• **Saved data entries**:
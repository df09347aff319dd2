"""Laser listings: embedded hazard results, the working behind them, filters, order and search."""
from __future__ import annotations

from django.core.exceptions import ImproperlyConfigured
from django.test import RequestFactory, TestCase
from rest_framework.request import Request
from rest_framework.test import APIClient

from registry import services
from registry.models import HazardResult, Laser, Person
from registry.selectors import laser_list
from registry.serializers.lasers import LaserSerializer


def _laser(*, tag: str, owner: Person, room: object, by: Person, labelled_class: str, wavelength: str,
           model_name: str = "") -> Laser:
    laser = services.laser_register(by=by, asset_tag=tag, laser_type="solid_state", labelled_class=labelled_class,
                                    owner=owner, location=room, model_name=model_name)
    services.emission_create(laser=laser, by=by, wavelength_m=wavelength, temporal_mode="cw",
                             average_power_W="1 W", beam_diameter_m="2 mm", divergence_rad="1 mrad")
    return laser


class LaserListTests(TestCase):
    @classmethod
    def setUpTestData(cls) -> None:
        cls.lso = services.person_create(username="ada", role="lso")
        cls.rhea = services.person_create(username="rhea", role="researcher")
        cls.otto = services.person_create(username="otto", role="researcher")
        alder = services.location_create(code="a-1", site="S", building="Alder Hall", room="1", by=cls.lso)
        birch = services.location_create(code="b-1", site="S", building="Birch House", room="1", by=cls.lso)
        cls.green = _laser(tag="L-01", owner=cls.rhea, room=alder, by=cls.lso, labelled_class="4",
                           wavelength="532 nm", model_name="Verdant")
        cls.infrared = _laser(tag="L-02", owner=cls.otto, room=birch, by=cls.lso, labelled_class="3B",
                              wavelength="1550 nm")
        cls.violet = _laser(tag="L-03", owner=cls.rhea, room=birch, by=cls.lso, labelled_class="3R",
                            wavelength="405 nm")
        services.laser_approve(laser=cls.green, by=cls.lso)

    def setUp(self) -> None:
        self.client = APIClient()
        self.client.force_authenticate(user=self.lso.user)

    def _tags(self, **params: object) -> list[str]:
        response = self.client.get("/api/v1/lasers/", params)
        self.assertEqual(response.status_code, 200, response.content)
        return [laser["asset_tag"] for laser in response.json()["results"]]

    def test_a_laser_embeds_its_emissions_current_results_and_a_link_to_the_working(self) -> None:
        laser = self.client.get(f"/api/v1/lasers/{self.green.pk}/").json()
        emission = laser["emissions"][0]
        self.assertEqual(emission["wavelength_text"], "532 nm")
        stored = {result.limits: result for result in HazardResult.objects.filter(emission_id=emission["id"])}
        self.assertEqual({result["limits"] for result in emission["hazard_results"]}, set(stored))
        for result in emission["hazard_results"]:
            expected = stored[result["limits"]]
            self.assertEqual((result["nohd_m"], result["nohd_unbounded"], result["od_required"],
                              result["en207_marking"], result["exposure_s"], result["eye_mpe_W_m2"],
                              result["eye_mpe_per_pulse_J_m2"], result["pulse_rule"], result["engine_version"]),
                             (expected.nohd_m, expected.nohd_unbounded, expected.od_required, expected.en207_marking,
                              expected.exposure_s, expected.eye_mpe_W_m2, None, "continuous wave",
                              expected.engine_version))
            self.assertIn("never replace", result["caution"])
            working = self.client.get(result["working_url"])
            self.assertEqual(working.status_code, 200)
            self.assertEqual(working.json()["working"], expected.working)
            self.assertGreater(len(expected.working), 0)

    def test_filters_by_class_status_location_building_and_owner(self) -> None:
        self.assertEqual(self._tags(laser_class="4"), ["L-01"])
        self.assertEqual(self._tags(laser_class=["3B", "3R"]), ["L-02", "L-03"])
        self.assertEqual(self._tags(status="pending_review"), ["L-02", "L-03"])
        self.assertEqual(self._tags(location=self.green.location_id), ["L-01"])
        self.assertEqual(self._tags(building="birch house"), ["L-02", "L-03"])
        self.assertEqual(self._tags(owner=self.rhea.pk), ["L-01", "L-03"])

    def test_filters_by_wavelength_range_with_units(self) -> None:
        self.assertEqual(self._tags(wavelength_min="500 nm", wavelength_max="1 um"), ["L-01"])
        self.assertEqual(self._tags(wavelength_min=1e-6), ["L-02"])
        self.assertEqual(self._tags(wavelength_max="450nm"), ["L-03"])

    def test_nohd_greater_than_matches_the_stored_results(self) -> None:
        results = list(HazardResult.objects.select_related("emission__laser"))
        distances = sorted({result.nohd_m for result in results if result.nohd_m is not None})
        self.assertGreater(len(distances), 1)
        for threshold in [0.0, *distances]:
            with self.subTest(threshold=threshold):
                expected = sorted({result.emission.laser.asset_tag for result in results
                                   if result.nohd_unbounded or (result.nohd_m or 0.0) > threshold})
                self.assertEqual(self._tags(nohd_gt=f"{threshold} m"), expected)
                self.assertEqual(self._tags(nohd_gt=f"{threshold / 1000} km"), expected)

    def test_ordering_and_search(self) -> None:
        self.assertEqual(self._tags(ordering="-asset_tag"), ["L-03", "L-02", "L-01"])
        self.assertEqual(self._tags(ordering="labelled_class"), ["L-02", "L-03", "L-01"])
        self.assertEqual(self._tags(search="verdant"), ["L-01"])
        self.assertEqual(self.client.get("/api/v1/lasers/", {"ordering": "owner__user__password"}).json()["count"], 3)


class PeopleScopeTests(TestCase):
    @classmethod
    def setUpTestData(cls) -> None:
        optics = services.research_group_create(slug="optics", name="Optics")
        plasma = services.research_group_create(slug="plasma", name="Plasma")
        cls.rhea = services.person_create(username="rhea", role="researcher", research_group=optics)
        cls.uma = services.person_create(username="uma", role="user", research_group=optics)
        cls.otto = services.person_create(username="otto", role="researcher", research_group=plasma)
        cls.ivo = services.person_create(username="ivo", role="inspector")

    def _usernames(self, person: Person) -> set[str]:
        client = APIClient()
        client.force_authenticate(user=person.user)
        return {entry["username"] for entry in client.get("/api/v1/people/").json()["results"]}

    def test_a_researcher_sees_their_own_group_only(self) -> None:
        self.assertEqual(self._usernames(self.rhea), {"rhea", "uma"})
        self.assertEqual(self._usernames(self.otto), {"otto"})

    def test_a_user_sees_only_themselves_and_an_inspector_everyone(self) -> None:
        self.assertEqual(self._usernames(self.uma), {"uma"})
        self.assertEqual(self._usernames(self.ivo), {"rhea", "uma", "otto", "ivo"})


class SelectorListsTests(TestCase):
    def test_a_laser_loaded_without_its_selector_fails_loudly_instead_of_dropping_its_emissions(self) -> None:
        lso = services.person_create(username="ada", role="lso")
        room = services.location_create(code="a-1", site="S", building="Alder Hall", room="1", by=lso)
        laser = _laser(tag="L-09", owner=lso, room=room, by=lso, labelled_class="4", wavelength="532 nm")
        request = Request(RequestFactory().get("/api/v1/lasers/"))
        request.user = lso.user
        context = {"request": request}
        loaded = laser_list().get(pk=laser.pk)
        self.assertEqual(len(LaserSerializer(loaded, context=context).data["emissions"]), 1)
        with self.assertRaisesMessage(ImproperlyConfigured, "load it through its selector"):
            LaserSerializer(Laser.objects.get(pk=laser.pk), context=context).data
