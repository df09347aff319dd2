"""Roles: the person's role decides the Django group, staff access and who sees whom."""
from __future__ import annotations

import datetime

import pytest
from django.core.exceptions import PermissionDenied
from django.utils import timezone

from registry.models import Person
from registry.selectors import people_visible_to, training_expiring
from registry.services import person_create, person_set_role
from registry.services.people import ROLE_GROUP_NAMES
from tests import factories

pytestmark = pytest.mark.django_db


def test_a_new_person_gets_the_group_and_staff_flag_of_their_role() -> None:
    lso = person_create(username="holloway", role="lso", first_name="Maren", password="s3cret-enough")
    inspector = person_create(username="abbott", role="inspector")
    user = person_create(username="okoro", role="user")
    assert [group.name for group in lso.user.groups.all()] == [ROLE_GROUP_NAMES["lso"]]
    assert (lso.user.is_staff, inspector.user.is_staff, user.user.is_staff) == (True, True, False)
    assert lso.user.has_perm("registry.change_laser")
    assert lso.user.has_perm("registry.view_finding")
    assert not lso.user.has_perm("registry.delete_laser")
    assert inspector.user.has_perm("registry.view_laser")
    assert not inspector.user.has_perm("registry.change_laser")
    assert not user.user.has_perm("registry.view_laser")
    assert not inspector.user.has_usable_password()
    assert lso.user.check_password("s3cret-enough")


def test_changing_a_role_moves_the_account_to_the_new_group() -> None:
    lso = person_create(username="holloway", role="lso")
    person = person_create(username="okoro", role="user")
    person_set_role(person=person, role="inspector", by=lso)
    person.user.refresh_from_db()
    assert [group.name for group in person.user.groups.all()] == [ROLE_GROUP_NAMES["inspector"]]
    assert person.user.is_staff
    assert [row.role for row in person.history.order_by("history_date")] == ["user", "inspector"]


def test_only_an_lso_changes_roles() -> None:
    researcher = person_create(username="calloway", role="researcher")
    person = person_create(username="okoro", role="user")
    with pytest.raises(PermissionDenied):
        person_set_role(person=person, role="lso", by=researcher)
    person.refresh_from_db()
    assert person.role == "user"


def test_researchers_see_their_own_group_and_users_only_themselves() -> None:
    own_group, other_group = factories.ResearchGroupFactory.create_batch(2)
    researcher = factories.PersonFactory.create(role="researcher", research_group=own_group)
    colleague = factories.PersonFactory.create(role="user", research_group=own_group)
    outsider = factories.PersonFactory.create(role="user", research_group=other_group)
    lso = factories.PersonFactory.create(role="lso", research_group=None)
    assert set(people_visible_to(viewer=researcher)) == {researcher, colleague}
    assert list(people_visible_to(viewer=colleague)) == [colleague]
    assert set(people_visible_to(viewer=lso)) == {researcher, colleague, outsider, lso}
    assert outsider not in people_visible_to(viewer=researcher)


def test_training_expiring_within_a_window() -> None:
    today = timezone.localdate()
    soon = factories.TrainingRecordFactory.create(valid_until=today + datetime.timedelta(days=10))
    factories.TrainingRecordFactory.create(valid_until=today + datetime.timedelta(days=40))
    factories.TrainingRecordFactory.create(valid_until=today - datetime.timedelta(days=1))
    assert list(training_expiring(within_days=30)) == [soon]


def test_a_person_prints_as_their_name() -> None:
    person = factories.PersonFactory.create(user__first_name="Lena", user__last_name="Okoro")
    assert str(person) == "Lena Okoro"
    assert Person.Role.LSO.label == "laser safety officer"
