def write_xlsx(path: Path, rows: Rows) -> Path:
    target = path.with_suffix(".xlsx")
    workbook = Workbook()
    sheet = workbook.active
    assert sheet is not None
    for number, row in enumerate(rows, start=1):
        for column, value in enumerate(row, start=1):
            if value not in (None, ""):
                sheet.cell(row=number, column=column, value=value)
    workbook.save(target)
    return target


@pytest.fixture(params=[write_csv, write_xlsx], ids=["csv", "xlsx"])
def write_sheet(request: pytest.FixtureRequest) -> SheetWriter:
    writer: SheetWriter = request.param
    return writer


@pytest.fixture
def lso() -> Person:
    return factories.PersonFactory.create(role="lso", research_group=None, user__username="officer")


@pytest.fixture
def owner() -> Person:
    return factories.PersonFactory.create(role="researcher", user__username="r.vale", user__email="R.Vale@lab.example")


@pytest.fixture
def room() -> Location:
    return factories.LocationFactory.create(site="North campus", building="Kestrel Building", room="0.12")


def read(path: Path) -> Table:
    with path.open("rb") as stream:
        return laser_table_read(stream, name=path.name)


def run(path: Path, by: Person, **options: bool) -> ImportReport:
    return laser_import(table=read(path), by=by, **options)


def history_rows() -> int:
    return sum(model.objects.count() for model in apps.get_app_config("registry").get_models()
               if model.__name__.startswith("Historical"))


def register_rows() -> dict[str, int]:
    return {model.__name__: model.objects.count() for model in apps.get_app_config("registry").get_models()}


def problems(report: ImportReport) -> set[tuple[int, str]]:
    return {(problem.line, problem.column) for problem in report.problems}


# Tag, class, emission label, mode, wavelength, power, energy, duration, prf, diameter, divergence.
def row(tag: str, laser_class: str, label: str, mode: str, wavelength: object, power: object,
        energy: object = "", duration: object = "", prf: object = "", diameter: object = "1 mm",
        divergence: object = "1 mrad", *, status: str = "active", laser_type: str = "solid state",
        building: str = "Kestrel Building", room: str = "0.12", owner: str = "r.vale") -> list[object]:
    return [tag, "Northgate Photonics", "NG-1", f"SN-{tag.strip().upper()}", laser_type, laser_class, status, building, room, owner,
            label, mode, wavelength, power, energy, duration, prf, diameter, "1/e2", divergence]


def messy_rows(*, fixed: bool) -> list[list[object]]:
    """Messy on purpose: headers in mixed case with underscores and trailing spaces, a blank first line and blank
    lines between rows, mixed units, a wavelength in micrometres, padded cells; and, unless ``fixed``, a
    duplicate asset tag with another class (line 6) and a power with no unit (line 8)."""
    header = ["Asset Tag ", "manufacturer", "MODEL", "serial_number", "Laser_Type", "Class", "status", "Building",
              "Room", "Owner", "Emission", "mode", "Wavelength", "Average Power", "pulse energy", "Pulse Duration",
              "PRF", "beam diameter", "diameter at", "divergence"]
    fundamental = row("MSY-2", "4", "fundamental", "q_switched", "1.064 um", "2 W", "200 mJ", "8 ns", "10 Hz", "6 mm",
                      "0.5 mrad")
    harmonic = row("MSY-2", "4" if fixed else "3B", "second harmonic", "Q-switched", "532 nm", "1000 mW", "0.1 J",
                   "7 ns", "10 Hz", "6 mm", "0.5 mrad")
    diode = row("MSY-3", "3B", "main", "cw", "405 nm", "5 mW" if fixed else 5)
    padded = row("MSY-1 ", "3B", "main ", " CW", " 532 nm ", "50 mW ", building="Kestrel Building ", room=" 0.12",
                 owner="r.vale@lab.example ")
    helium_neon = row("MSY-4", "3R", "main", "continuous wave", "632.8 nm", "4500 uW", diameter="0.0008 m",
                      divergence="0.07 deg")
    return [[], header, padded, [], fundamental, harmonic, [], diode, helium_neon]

• **PROBLEM TO SOLVE**:
Report all lines of the data above that include the string "RequestFactory".

• **EXERCISE RESPONSE**:
from django.test import RequestFactory, TestCase
        request = Request(RequestFactory().get("/api/v1/lasers/"))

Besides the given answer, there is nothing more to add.